RetroGFN: Diverse and Feasible Retrosynthesis using GFlowNets
Piotr Gaiński, Michał Koziarski, Krzysztof Maziarz, Marwin Segler, Jacek Tabor, Marek Śmieja
TL;DR
This work tackles single-step retrosynthesis by addressing the limited diversity and feasibility of reactions in existing datasets. It introduces RetroGFN, a GFlowNet-based model guided by a reaction feasibility proxy to explore beyond the training set and generate diverse, feasible reactions. Empirically, RetroGFN achieves competitive top-$k$ accuracy and superior top-$k$ round-trip accuracy on USPTO-50k and USPTO-MIT, arguing that round-trip feasibility better aligns with practical synthesis planning. The paper also argues for reporting round-trip metrics, demonstrates diversity advantages, and discusses drug-design implications, with future work focusing on inference improvements and more robust feasibility modeling.
Abstract
Single-step retrosynthesis aims to predict a set of reactions that lead to the creation of a target molecule, which is a crucial task in molecular discovery.
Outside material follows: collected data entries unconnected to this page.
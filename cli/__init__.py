"""The ``shapedesc`` command line: argument parsing only; every command calls the library.

Installed as ``shapedesc.cli``.  Each command lives in its own module here and exposes
``add_parser(subparsers)`` and ``run(args) -> int``; ``main.COMMANDS`` lists them.
"""
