"""``shapedesc reconstruct``: a smoothed surface from one coefficient file."""

from __future__ import annotations

import argparse
import logging
from pathlib import Path

from shapedesc import defaults

log = logging.getLogger("shapedesc.cli.reconstruct")

SUFFIXES = (".gii", ".ply", ".obj", ".stl")


def add_parser(subparsers) -> argparse.ArgumentParser:
    p = subparsers.add_parser(
        "reconstruct",
        help="rebuild a surface from a coefficient file (any degree, optional smoothing)",
        description="Rebuild a surface from a coefficient file written by `shapedesc describe`, "
                    "sampled on a subdivided icosahedron so that vertex k is the same point "
                    "of the canonical sphere for every subject.",
    )
    p.add_argument("coefficients", metavar="COEFFICIENT_FILE", help="a .npz file from OUTDIR/coefficients/")
    p.add_argument("-o", "--output", required=True, metavar="OUT",
                   help="output surface: .gii, .ply, .obj or .stl")
    p.add_argument("--degree", type=int, default=None, metavar="L",
                   help="truncate at degree L (default: the file's degree)")
    p.add_argument("--smoothing", type=float, default=0.0, metavar="S",
                   help="heat-kernel bandwidth on the unit sphere (default 0: none)")
    p.add_argument("--level", type=int, default=defaults.DEFAULT_ICOSPHERE_LEVEL, metavar="K",
                   help=f"icosphere subdivision level (default {defaults.DEFAULT_ICOSPHERE_LEVEL}: 2,562 vertices)")
    p.add_argument("--pose", choices=("canonical", "native"), default="canonical",
                   help="canonical pose (centred, ellipsoid axes along x, y, z) or the input's coordinates")
    p.add_argument("--figure", metavar="OUT.png", default=None,
                   help="also render the surface to a figure (.png, .svg or .pdf)")
    p.add_argument("--force", action="store_true", help="overwrite existing outputs")
    return p


def run(args: argparse.Namespace) -> int:
    from shapedesc.descriptors import read_coefficients
    from shapedesc.io.surfaces import write_surface
    from shapedesc.reconstruct import reconstruct
    from shapedesc.surface import Surface

    out = Path(args.output)
    if out.suffix.lower() not in SUFFIXES:
        raise ValueError(f"{out}: output must end in one of {', '.join(SUFFIXES)}")
    for target in [out] + ([Path(args.figure)] if args.figure else []):
        if target.exists() and not args.force:
            raise FileExistsError(f"{target}: exists already; choose another name or pass --force")
    record = read_coefficients(args.coefficients)
    vertices, faces = reconstruct(record, degree=args.degree, smoothing=args.smoothing,
                                  level=args.level, pose=args.pose)
    deg = record.lmax if args.degree is None else args.degree
    surface = Surface(vertices, faces, source=str(args.coefficients),
                      history=(f"reconstructed at degree {deg}, smoothing {args.smoothing}, "
                               f"icosphere level {args.level}, {args.pose} pose",))
    write_surface(surface, out, overwrite=args.force)
    log.info("wrote %s (%d vertices, %d faces)", out, len(vertices), len(faces))
    if args.figure:
        from shapedesc.figures import render_surface_figure

        render_surface_figure(vertices, faces, args.figure, pose=args.pose,
                              title=f"{Path(args.coefficients).stem} (degree {deg})",
                              overwrite=args.force)
        log.info("wrote %s", args.figure)
    return 0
Although a target molecule can often be synthesized with multiple different reactions, it is not clear how to verify the feasibility of a reaction, because the available datasets cover only a tiny fraction of the possible solutions. Consequently, the existing models are not encouraged to explore the space of possible reactions sufficiently. In this paper, we propose a novel single-step retrosynthesis model, RetroGFN, that can explore outside the limited dataset and return a diverse set of feasible reactions by leveraging a feasibility proxy model during the training. We show that RetroGFN achieves competitive results on standard top-k accuracy while outperforming existing methods on round-trip accuracy. Moreover, we provide empirical arguments in favor of using round-trip accuracy, which expands the notion of feasibility with respect to the standard top-k accuracy metric.